• _PROBLEM REQUIREMENTS_
Write out all the data below exactly.

[Stored items]
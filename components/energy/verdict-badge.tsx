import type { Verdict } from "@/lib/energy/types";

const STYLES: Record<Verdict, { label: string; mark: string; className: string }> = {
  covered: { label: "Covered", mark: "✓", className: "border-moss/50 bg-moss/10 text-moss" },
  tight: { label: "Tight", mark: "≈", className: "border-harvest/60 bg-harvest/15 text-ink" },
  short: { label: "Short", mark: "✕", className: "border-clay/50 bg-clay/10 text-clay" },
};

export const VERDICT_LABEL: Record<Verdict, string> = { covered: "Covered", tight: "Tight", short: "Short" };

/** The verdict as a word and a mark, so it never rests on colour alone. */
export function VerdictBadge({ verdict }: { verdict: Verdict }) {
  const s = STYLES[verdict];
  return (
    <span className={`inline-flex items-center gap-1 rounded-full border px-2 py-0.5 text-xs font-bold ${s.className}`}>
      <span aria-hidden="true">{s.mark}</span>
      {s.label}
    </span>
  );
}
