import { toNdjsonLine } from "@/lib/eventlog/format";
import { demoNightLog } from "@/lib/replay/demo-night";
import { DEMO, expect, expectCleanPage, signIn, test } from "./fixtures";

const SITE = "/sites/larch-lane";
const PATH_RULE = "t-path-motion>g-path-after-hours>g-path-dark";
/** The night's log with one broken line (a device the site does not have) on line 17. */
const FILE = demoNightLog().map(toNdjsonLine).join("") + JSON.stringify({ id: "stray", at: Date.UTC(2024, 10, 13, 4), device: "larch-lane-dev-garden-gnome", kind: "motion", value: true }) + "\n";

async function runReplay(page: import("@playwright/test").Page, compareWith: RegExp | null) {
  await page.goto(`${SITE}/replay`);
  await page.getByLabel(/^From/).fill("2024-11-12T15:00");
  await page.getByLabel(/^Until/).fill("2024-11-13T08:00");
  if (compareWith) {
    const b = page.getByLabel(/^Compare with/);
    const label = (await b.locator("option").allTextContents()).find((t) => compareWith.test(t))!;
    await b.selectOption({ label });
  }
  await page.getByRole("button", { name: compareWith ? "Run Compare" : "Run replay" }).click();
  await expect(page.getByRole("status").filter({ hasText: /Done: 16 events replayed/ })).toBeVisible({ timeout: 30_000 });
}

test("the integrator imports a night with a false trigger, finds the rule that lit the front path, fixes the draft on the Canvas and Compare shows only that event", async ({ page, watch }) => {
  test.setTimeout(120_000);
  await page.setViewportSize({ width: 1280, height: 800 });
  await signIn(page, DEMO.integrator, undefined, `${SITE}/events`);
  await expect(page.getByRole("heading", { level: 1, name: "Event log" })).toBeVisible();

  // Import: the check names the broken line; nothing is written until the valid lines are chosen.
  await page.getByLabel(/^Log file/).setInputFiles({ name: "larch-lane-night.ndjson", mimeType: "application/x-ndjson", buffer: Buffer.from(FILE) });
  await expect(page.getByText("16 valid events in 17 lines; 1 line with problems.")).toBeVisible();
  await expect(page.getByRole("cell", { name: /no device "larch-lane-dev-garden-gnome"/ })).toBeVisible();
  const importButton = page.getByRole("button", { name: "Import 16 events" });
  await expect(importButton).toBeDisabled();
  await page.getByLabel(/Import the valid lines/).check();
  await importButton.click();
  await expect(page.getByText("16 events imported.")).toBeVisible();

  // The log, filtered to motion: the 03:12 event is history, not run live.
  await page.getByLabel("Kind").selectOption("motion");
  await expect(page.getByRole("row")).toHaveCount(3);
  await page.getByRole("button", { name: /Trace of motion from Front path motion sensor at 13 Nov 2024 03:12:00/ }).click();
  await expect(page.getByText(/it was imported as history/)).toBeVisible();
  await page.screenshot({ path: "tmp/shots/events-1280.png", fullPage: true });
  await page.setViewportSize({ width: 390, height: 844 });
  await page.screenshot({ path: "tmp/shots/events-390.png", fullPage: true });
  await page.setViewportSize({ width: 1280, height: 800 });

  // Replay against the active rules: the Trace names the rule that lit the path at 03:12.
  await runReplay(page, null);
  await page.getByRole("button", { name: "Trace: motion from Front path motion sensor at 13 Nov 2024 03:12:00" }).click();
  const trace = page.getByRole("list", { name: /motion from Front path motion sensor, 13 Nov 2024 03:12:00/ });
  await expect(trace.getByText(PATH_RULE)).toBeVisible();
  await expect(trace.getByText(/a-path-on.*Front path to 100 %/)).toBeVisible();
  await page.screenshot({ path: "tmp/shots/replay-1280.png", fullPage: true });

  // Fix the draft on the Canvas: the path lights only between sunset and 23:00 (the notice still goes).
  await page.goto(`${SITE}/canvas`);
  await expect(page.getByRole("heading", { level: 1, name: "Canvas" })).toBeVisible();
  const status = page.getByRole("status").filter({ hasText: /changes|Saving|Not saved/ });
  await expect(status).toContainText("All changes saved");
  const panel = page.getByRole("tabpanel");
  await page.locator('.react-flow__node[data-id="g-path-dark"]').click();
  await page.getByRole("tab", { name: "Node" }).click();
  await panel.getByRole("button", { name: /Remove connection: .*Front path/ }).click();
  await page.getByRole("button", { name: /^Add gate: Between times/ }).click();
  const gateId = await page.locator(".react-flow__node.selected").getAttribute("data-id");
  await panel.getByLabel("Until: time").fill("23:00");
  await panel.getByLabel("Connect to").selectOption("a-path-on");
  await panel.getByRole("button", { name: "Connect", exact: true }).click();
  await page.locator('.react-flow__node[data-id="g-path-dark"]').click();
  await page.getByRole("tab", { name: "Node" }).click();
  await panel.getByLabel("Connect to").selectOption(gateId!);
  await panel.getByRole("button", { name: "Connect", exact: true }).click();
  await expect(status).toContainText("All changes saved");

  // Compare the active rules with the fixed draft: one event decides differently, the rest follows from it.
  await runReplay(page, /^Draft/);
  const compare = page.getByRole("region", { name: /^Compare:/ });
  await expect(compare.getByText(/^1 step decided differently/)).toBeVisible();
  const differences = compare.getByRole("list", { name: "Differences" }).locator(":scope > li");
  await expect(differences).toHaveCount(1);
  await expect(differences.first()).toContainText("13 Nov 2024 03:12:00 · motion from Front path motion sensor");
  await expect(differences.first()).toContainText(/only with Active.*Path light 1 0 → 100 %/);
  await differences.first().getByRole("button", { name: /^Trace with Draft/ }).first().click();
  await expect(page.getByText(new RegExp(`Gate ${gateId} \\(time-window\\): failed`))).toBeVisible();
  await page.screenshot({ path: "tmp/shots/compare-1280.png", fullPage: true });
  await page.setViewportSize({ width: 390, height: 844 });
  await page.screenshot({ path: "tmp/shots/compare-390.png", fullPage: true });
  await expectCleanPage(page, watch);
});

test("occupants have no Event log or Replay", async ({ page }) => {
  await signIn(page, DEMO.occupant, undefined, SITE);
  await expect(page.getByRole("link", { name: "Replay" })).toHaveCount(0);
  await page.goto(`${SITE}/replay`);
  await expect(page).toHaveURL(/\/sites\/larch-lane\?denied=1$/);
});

• _COMPLETED TASK_
filename components/energy/verdict-badge.tsx
import type { Verdict } from "@/lib/energy/types";

const STYLES: Record<Verdict, { label: string; mark: string; className: string }> = {
  covered: { label: "Covered", mark: "✓", className: "border-moss/50 bg-moss/10 text-moss" },
  tight: { label: "Tight", mark: "≈", className: "border-harvest/60 bg-harvest/15 text-ink" },
  short: { label: "Short", mark: "✕", className: "border-clay/50 bg-clay/10 text-clay" },
};

export const VERDICT_LABEL: Record<Verdict, string> = { covered: "Covered", tight: "Tight", short: "Short" };

/** The verdict as a word and a mark, so it never rests on colour alone. */
export function VerdictBadge({ verdict }: { verdict: Verdict }) {
  const s = STYLES[verdict];
  return (
    <span className={`inline-flex items-center gap-1 rounded-full border px-2 py-0.5 text-xs font-bold ${s.className}`}>
      <span aria-hidden="true">{s.mark}</span>
      {s.label}
    </span>
  );
}
import { toNdjsonLine } from "@/lib/eventlog/format";
import { demoNightLog } from "@/lib/replay/demo-night";
import { DEMO, expect, expectCleanPage, signIn, test } from "./fixtures";

const SITE = "/sites/larch-lane";
const PATH_RULE = "t-path-motion>g-path-after-hours>g-path-dark";
/** The night's log with one broken line (a device the site does not have) on line 17. */
const FILE = demoNightLog().map(toNdjsonLine).join("") + JSON.stringify({ id: "stray", at: Date.UTC(2024, 10, 13, 4), device: "larch-lane-dev-garden-gnome", kind: "motion", value: true }) + "\n";

async function runReplay(page: import("@playwright/test").Page, compareWith: RegExp | null) {
  await page.goto(`${SITE}/replay`);
  await page.getByLabel(/^From/).fill("2024-11-12T15:00");
  await page.getByLabel(/^Until/).fill("2024-11-13T08:00");
  if (compareWith) {
    const b = page.getByLabel(/^Compare with/);
    const label = (await b.locator("option").allTextContents()).find((t) => compareWith.test(t))!;
    await b.selectOption({ label });
  }
  await page.getByRole("button", { name: compareWith ? "Run Compare" : "Run replay" }).click();
  await expect(page.getByRole("status").filter({ hasText: /Done: 16 events replayed/ })).toBeVisible({ timeout: 30_000 });
}

test("the integrator imports a night with a false trigger, finds the rule that lit the front path, fixes the draft on the Canvas and Compare shows only that event", async ({ page, watch }) => {
  test.setTimeout(120_000);
  await page.setViewportSize({ width: 1280, height: 800 });
  await signIn(page, DEMO.integrator, undefined, `${SITE}/events`);
  await expect(page.getByRole("heading", { level: 1, name: "Event log" })).toBeVisible();

  // Import: the check names the broken line; nothing is written until the valid lines are chosen.
  await page.getByLabel(/^Log file/).setInputFiles({ name: "larch-lane-night.ndjson", mimeType: "application/x-ndjson", buffer: Buffer.from(FILE) });
  await expect(page.getByText("16 valid events in 17 lines; 1 line with problems.")).toBeVisible();
  await expect(page.getByRole("cell", { name: /no device "larch-lane-dev-garden-gnome"/ })).toBeVisible();
  const importButton = page.getByRole("button", { name: "Import 16 events" });
  await expect(importButton).toBeDisabled();
  await page.getByLabel(/Import the valid lines/).check();
  await importButton.click();
  await expect(page.getByText("16 events imported.")).toBeVisible();

  // The log, filtered to motion: the 03:12 event is history, not run live.
  await page.getByLabel("Kind").selectOption("motion");
  await expect(page.getByRole("row")).toHaveCount(3);
  await page.getByRole("button", { name: /Trace of motion from Front path motion sensor at 13 Nov 2024 03:12:00/ }).click();
  await expect(page.getByText(/it was imported as history/)).toBeVisible();
  await page.screenshot({ path: "tmp/shots/events-1280.png", fullPage: true });
  await page.setViewportSize({ width: 390, height: 844 });
  await page.screenshot({ path: "tmp/shots/events-390.png", fullPage: true });
  await page.setViewportSize({ width: 1280, height: 800 });

  // Replay against the active rules: the Trace names the rule that lit the path at 03:12.
  await runReplay(page, null);
  await page.getByRole("button", { name: "Trace: motion from Front path motion sensor at 13 Nov 2024 03:12:00" }).click();
  const trace = page.getByRole("list", { name: /motion from Front path motion sensor, 13 Nov 2024 03:12:00/ });
  await expect(trace.getByText(PATH_RULE)).toBeVisible();
  await expect(trace.getByText(/a-path-on.*Front path to 100 %/)).toBeVisible();
  await page.screenshot({ path: "tmp/shots/replay-1280.png", fullPage: true });

  // Fix the draft on the Canvas: the path lights only between sunset and 23:00 (the notice still goes).
  await page.goto(`${SITE}/canvas`);
  await expect(page.getByRole("heading", { level: 1, name: "Canvas" })).toBeVisible();
  const status = page.getByRole("status").filter({ hasText: /changes|Saving|Not saved/ });
  await expect(status).toContainText("All changes saved");
  const panel = page.getByRole("tabpanel");
  await page.locator('.react-flow__node[data-id="g-path-dark"]').click();
  await page.getByRole("tab", { name: "Node" }).click();
  await panel.getByRole("button", { name: /Remove connection: .*Front path/ }).click();
  await page.getByRole("button", { name: /^Add gate: Between times/ }).click();
  const gateId = await page.locator(".react-flow__node.selected").getAttribute("data-id");
  await panel.getByLabel("Until: time").fill("23:00");
  await panel.getByLabel("Connect to").selectOption("a-path-on");
  await panel.getByRole("button", { name: "Connect", exact: true }).click();
  await page.locator('.react-flow__node[data-id="g-path-dark"]').click();
  await page.getByRole("tab", { name: "Node" }).click();
  await panel.getByLabel("Connect to").selectOption(gateId!);
  await panel.getByRole("button", { name: "Connect", exact: true }).click();
  await expect(status).toContainText("All changes saved");

  // Compare the active rules with the fixed draft: one event decides differently, the rest follows from it.
  await runReplay(page, /^Draft/);
  const compare = page.getByRole("region", { name: /^Compare:/ });
  await expect(compare.getByText(/^1 step decided differently/)).toBeVisible();
  const differences = compare.getByRole("list", { name: "Differences" }).locator(":scope > li");
  await expect(differences).toHaveCount(1);
  await expect(differences.first()).toContainText("13 Nov 2024 03:12:00 · motion from Front path motion sensor");
  await expect(differences.first()).toContainText(/only with Active.*Path light 1 0 → 100 %/);
  await differences.first().getByRole("button", { name: /^Trace with Draft/ }).first().click();
  await expect(page.getByText(new RegExp(`Gate ${gateId} \\(time-window\\): failed`))).toBeVisible();
  await page.screenshot({ path: "tmp/shots/compare-1280.png", fullPage: true });
  await page.setViewportSize({ width: 390, height: 844 });
  await page.screenshot({ path: "tmp/shots/compare-390.png", fullPage: true });
  await expectCleanPage(page, watch);
});

test("occupants have no Event log or Replay", async ({ page }) => {
  await signIn(page, DEMO.occupant, undefined, SITE);
  await expect(page.getByRole("link", { name: "Replay" })).toHaveCount(0);
  await page.goto(`${SITE}/replay`);
  await expect(page).toHaveURL(/\/sites\/larch-lane\?denied=1$/);
});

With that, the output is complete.